A joint press release said the equipment will advance lake science as well as safeguard drinking water for 260,000 people.
Buffalo Pound Water Treatment Plant is owned by the cities of Regina and Moose Jaw and supplies drinking water to residents.
The independent board of directors as well as plant president and CEO Ryan Johnson have approved the purchase of a custom-designed $250,000 high-tech buoy that’s been nicknamed “Superbuoy”.
The new buoy is expected to arrive in time for the 2022 summer season.
Blair Kardash, laboratory and research manager at the plant said the new buoy will replace one that has been in place for seven years and is owned by USask researcher Helen Baulch.
“Over the last seven years, we’ve learned its advantages of real-time water-quality monitoring and it is part of operations now and we don’t want to be without it,” Kardash told Global News.
According to the release, the superbuoy has research-grade weather and atmosphere monitors, as well as an array of winter-hardy water quality sensors for year-round use.
Baulch said the superbuoy provides continuity from a research perspective, along with some “neat new tools.”
“For example, it has cutting-edge sensors to more accurately measure carbon dioxide that’s important to lake ecology, and some new cameras with telemetry so that we are able to monitor the lake surface for scum, from our desks in Saskatoon and get down there to sample it.”
The new buoy will arrive at a time when huge algal blooms can occur on Buffalo Pound Lake.
“(A)nd when rapid changes to conditions, such as large temperature variations between upper and lower lake levels, sometimes cause major problems for the plant that supplies potable water to Regina, Moose Jaw and nearby areas,” the release added.
Baulch explained that climate change combined with changes to land use are putting unprecedented pressure on aquatic systems in the Prairies and increasing the risks of harmful cyanobacterial (blue green algae) blooms.
“Because Buffalo Pound Lake is so shallow, things like algae growth and water temperature change pretty quickly.

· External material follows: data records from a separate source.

def _insulating(found: Found, volts: list[_Volts], amperes: list[tuple[Rating, int]], kind: str) -> None:
    bare: list[_Volts] = []
    stated: list[_Volts] = []
    working: list[_Volts] = []
    for one in volts:
        value = one.rating.value
        if "none" in one.labels:
            continue
        if "impulse" in one.labels:
            found.ratings.setdefault("impulse", one.rating)
        elif "rated" in one.labels and value >= _LOWEST_RATED_TEST:
            stated.append(one)
        elif one.labels & {"viorm", "viowm", "rated"} or (
            "working" in one.labels and value >= _LOWEST_WORKING and (kind not in _FED or "test" in one.labels)
        ):
            working.append(one)
        elif "test" in one.labels and "working" not in one.labels and value >= _LOWEST_LABELLED:
            stated.append(one)
        else:
            bare.append(one)
    if working:
        lowest = min(working, key=lambda one: one.rating.value)
        rating = lowest.rating
        # VIORM is a repetitive peak voltage by definition (IEC 60747-5-5 and IEC 60747-17, from memory)
        if "viorm" in lowest.labels and not rating.form:
            rating = Rating(rating.value, "V", "peak", rating.words)
        found.ratings["isolation_working"] = rating
    after_current = {end for _, end in amperes}
    contacts = [one for one in bare if any(0 <= one.start - end <= 3 for end in after_current)] if kind in _CONTACTS else []
    least = _LOWEST_TEST_SWITCHING if kind in _SWITCHING else _LOWEST_TEST
    test = _lowest(stated) or _lowest([one for one in bare if one.rating.value >= least and one not in contacts])
    if test is not None:
        found.ratings["isolation_test"] = test
    if kind in _CONTACTS:
        _contacts(found, [one for one in bare if one.rating.value < least or one in contacts], contacts, kind)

The plant operators have seen those changes affect their operations, and our research collaboration has really helped troubleshoot and anticipate some of those changes,” Baulch said.

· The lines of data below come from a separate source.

@settings(max_examples=300, deadline=None)
@given(st.data())
def test_damaged_copies_end_in_a_message_or_a_reading(data: st.DataObject) -> None:
    """Cut off, a character lost, added or changed: never another exception, and no pin moves to another net unnoticed."""
    text = FIXTURE.read_text()
    at = data.draw(st.integers(0, len(text) - 1))
    letter = data.draw(st.sampled_from(["", "X", " ", "-", "9", "\n", "\r", "\t", "\0", "é", "\x1a", "999\n"]))
    damaged = data.draw(st.sampled_from([text[:at], text[:at] + letter + text[at:], text[:at] + letter + text[at + 1 :]]))
    try:
        reading = ipcd356.read(Blob("supply.ipc", damaged.encode()))
    except InputError:
        return
    assert {note.kind for note in reading.notes} <= set(NOTE_KINDS)
    if damaged == text[:at] and damaged.rstrip("\n") != text.rstrip("\n"):
        assert any("may have been cut off" in note.text for note in reading.notes)


@settings(max_examples=200, deadline=None)
@given(st.binary(max_size=400))
def test_binary_rubbish_behind_a_good_head_is_read_or_refused(rubbish: bytes) -> None:
    with suppress(InputError):
        parse(HEAD.encode() + "\n".join(plain(*PAIR)).encode() + b"\n" + rubbish)


# --- real files ------------------------------------------------------------------------------------------------------


@pytest.mark.parametrize(
    ("name", "nets", "records"),
    [("formats/ipcd356-inch.ipc", 18, 105), ("formats/ipcd356-aliases.ipc", 642, 5763)],
)
def test_counts_of_real_files(name: str, nets: int, records: int) -> None:
    """Source: a plain look at the columns, and section 4.5 of the reference on formats, where blank and N/C names count."""
    path = SAMPLES / name
    if not path.is_file():
        pytest.skip("the folder of samples is absent")
    lines = [line for line in path.read_text().splitlines() if line[:3] in CODES]
    columns = {line[3:17].strip() for line in lines}
    reading = ipcd356.read(read_file(path))
    assert len(lines) == records
    assert len(columns) in (nets, nets - 1)
    assert len(reading.nets) == len(columns - {"", "N/C"})
    assert len(reading.pads) == records
    assert not any(net.name.startswith(("NNAME", "m00")) for net in reading.nets)


@pytest.mark.parametrize("name", ["mains-strip", "engine-ecu"])
def test_real_boards_are_read_and_joined(name: str) -> None:
    path = SAMPLES / name / "board.ipc"
    if not path.is_file():
        pytest.skip("the folder of samples is absent")
    blob = read_file(path)
    assert plugins.reader_for(blob, "netlist").form == ipcd356.FORM
    assert sniff.describe(sniff.head(blob)) == "an IPC-D-356 netlist"
    reading = ipcd356.read(blob)
    lines = path.read_text().splitlines()
    assert {part.ref for part in reading.parts} == {line[20:26].strip() for line in lines if line[0] == "3"} - {"VIA"}
    design = assemble(name, [reading], Declaration())
    assert len(design.pads) == sum(line[0] == "3" for line in lines)
    assert all(pad.net in design.nets for pad in design.pads if pad.net is not None)


@pytest.mark.parametrize(
    ("name", "barrier_parts", "fails", "apart"),
    [
        (
            "mains-strip",
            {"K1", "K2", "K3", "K4", "PS1"},
            {("fuse", ("RV1", "F1")), ("stored-charge", ("C1", "F1"))},
            {("PS1", "R1"): 23.8522},
        ),
        ("engine-ecu", {"U4"}, set(), {}),
    ],
)
def test_what_is_said_of_real_boards(
    name: str, barrier_parts: set[str], fails: set[tuple[str, tuple[str, ...]]], apart: dict[tuple[str, ...], float]
) -> None:
    """Source: types of the parts and the nets, looked through by hand; the pads nearest across the barrier from their places."""
    folder = SAMPLES / name
    if not folder.is_dir():
        pytest.skip("the folder of samples is absent")
    report = verify(folder / "board.ipc", bom=[folder / "bom.csv"])
    assert {part.part for barrier in report.barriers for part in barrier.parts} == barrier_parts
    assert {(v.rule, tuple(v.parts)) for v in report.verdicts if v.outcome == "fail"} == fails
    pads = {tuple(v.parts): v.found.value for v in report.verdicts if v.rule == "pad-distance" and v.found is not None}
    assert pads == apart
    if name == "mains-strip":
        side = {net: domain.side for domain in report.domains for net in domain.nets}
        assert (side["NET-(J1-PIN_1)"], side["S1-AC{SLASH}L)"], side["GND"]) == ("primary", "primary", "secondary")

Kardash described the partnership between the treatment plant and USask team as an academic and industrial cooperation that has been very successful.
“As a result, our corporation is investing some money to facilitate and continue Dr. Baulch’s research, because again, long-term water quality is an issue that is very important to the water treatment plant,” Kardash said.
Kardash pointed to an example in May 2015 that saw the plant go to a maximum of 50-per cent capacity for about two weeks.
“It was using temperature data from that buoy that allowed us to understand the root cause of why that occurred — that had never occurred in the plant before, something that severe,” Kardash said.
Kardash said the situation was caused by temperature variations of very warm days and very cold nights, resulting in one area of the treatment process going under a condition known as short-circuiting.
He explained the buoy is an invaluable tool with alerting software that notifies operators in real time about certain conditions that may cause upsets, giving operators time to prepare.
Kardash said the new buoy is currently under construction and is expected to arrive in April. It will last between five to seven years before needing to be replaced.
Baulch’s research budget will cover the maintenance of the buoy for the duration of its lifetime, and the treatment plant will provide in-kind contributions, Kardash explained.